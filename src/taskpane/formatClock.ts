/**
 * Seconds as "m:ss" for elapsed and remaining run time.
 *
 * @param seconds - a duration in seconds
 * @returns the text; "–" for a negative or non-finite value
 * @example formatDuration(75.4) // => "1:15"
 */
export function formatDuration(seconds: number): string {
  if (!Number.isFinite(seconds) || seconds < 0) return "–";
  const s = Math.round(seconds);
  return `${Math.floor(s / 60)}:${String(s % 60).padStart(2, "0")}`;
}
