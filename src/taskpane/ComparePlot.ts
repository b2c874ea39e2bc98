/**
 * The best-cost curves of a "Compare plans…" run overlaid (uPlot, as the convergence plot): one
 * line per run, coloured by its temperature plan, over the share of the run's budget. Each run's
 * progress reports are resampled onto one grid of 0..100 % as a step function (the best cost is
 * the lowest found so far, so it holds until the next report), which lets uPlot draw runs whose
 * reports came at different moments on one x axis. As in the convergence plot, the curves are the
 * runs' own reports; the table beside it gives each returned plan's exact cost.
 */
import uPlot from "uplot";
import type { Progress } from "../core/index.js";

/** Points of the shared x grid (0, 1, ..., 100 % of the run). */
const GRID = 101;

/** One run's line: its plan's number and colour, and its best cost by share of the run. */
interface RunLine {
  readonly label: string;
  readonly colour: string;
  readonly dash: readonly number[];
  readonly fractions: number[];
  readonly best: number[];
}

/** A uPlot chart of several runs' best cost. */
export class ComparePlot {
  private plot: uPlot | undefined;
  private readonly runs: RunLine[] = [];

  /** @param container - the element the chart is drawn in */
  constructor(private readonly container: HTMLElement) {
    window.addEventListener("resize", () => this.plot?.setSize(this.size()));
  }

  /** Forget every run. */
  reset(): void {
    this.runs.length = 0;
    this.plot?.destroy();
    this.plot = undefined;
    this.container.dataset.runs = "0";
  }

  /**
   * Start the line of a new run.
   *
   * @param label - legend text, e.g. "plan 2, seed 8"
   * @param colour - CSS colour of its plan
   * @param dash - line dash of its seed (empty: solid)
   */
  addRun(label: string, colour: string, dash: readonly number[] = []): void {
    this.runs.push({ label, colour, dash, fractions: [], best: [] });
    this.container.dataset.runs = String(this.runs.length);
  }

  /**
   * Add a progress report of the latest run and redraw.
   *
   * @param p - the report
   */
  add(p: Progress): void {
    const run = this.runs[this.runs.length - 1];
    if (!run || !Number.isFinite(p.bestCost)) return;
    run.fractions.push(Math.min(1, Math.max(0, p.fraction)));
    run.best.push(p.bestCost);
    this.draw();
  }

  private draw(): void {
    const xs = Array.from({ length: GRID }, (_, i) => i);
    const data: uPlot.AlignedData = [xs, ...this.runs.map((r) => resample(r))];
    if (this.plot && this.plot.series.length === this.runs.length + 1) {
      this.plot.setData(data);
      return;
    }
    this.plot?.destroy();
    const font = "11px Segoe UI, sans-serif";
    this.plot = new uPlot(
      {
        ...this.size(),
        cursor: { drag: { x: false, y: false } },
        legend: { show: false },
        scales: { x: { time: false } },
        axes: [
          { label: "% of each run", size: 34, labelSize: 14, font, labelFont: font },
          { label: "best cost", size: 56, labelSize: 14, font, labelFont: font },
        ],
        series: [
          { label: "% of the run" },
          // Points too: a run that finds its first feasible plan late may have a single point.
          ...this.runs.map((r) => ({
            label: r.label,
            stroke: r.colour,
            width: 1.5,
            dash: [...r.dash],
            spanGaps: true,
            points: { show: true, size: 4, fill: r.colour },
          })),
        ],
      },
      data,
      this.container,
    );
  }

  private size(): { width: number; height: number } {
    return { width: Math.max(240, this.container.clientWidth || 320), height: 170 };
  }
}

/** A run's best cost at 0, 1, ..., 100 % of the run: the last report at or before each point (null before the first). */
function resample(run: RunLine): (number | null)[] {
  const out: (number | null)[] = [];
  let k = -1;
  for (let i = 0; i < GRID; i++) {
    const f = i / (GRID - 1);
    while (k + 1 < run.fractions.length && run.fractions[k + 1]! <= f + 1e-9) k++;
    out.push(k >= 0 ? run.best[k]! : null);
  }
  return out;
}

▬▬▬▬▬▬

Your assignment –
Restate the records word for word, leaving nothing out.

Task response –
filename src/taskpane/formatClock.ts
/**
 * Seconds as "m:ss" for elapsed and remaining run time.
 *
 * @param seconds - a duration in seconds
 * @returns the text; "–" for a negative or non-finite value
 * @example formatDuration(75.4) // => "1:15"
 */
export function formatDuration(seconds: number): string {
  if (!Number.isFinite(seconds) || seconds < 0) return "–";
  const s = Math.round(seconds);
  return `${Math.floor(s / 60)}:${String(s % 60).padStart(2, "0")}`;
}
filename src/taskpane/ComparePlot.ts
repository b2c874ea39e2bc98
/**
 * The best-cost curves of a "Compare plans…" run overlaid (uPlot, as the convergence plot): one
 * line per run, coloured by its temperature plan, over the share of the run's budget. Each run's
 * progress reports are resampled onto one grid of 0..100 % as a step function (the best cost is
 * the lowest found so far, so it holds until the next report), which lets uPlot draw runs whose
 * reports came at different moments on one x axis. As in the convergence plot, the curves are the
 * runs' own reports; the table beside it gives each returned plan's exact cost.
 */
import uPlot from "uplot";
import type { Progress } from "../core/index.js";

/** Points of the shared x grid (0, 1, ..., 100 % of the run). */
const GRID = 101;

/** One run's line: its plan's number and colour, and its best cost by share of the run. */
interface RunLine {
  readonly label: string;
  readonly colour: string;
  readonly dash: readonly number[];
  readonly fractions: number[];
  readonly best: number[];
}

/** A uPlot chart of several runs' best cost. */
export class ComparePlot {
  private plot: uPlot | undefined;
  private readonly runs: RunLine[] = [];

  /** @param container - the element the chart is drawn in */
  constructor(private readonly container: HTMLElement) {
    window.addEventListener("resize", () => this.plot?.setSize(this.size()));
  }

  /** Forget every run. */
  reset(): void {
    this.runs.length = 0;
    this.plot?.destroy();
    this.plot = undefined;
    this.container.dataset.runs = "0";
  }

  /**
   * Start the line of a new run.
   *
   * @param label - legend text, e.g. "plan 2, seed 8"
   * @param colour - CSS colour of its plan
   * @param dash - line dash of its seed (empty: solid)
   */
  addRun(label: string, colour: string, dash: readonly number[] = []): void {
    this.runs.push({ label, colour, dash, fractions: [], best: [] });
    this.container.dataset.runs = String(this.runs.length);
  }

  /**
   * Add a progress report of the latest run and redraw.
   *
   * @param p - the report
   */
  add(p: Progress): void {
    const run = this.runs[this.runs.length - 1];
    if (!run || !Number.isFinite(p.bestCost)) return;
    run.fractions.push(Math.min(1, Math.max(0, p.fraction)));
    run.best.push(p.bestCost);
    this.draw();
  }

  private draw(): void {
    const xs = Array.from({ length: GRID }, (_, i) => i);
    const data: uPlot.AlignedData = [xs, ...this.runs.map((r) => resample(r))];
    if (this.plot && this.plot.series.length === this.runs.length + 1) {
      this.plot.setData(data);
      return;
    }
    this.plot?.destroy();
    const font = "11px Segoe UI, sans-serif";
    this.plot = new uPlot(
      {
        ...this.size(),
        cursor: { drag: { x: false, y: false } },
        legend: { show: false },
        scales: { x: { time: false } },
        axes: [
          { label: "% of each run", size: 34, labelSize: 14, font, labelFont: font },
          { label: "best cost", size: 56, labelSize: 14, font, labelFont: font },
        ],
        series: [
          { label: "% of the run" },
          // Points too: a run that finds its first feasible plan late may have a single point.
          ...this.runs.map((r) => ({
            label: r.label,
            stroke: r.colour,
            width: 1.5,
            dash: [...r.dash],
            spanGaps: true,
            points: { show: true, size: 4, fill: r.colour },
          })),
        ],
      },
      data,
      this.container,
    );
  }

  private size(): { width: number; height: number } {
    return { width: Math.max(240, this.container.clientWidth || 320), height: 170 };
  }
}

/** A run's best cost at 0, 1, ..., 100 % of the run: the last report at or before each point (null before the first). */
function resample(run: RunLine): (number | null)[] {
  const out: (number | null)[] = [];
  let k = -1;
  for (let i = 0; i < GRID; i++) {
    const f = i / (GRID - 1);
    while (k + 1 < run.fractions.length && run.fractions[k + 1]! <= f + 1e-9) k++;
    out.push(k >= 0 ? run.best[k]! : null);
  }
  return out;
}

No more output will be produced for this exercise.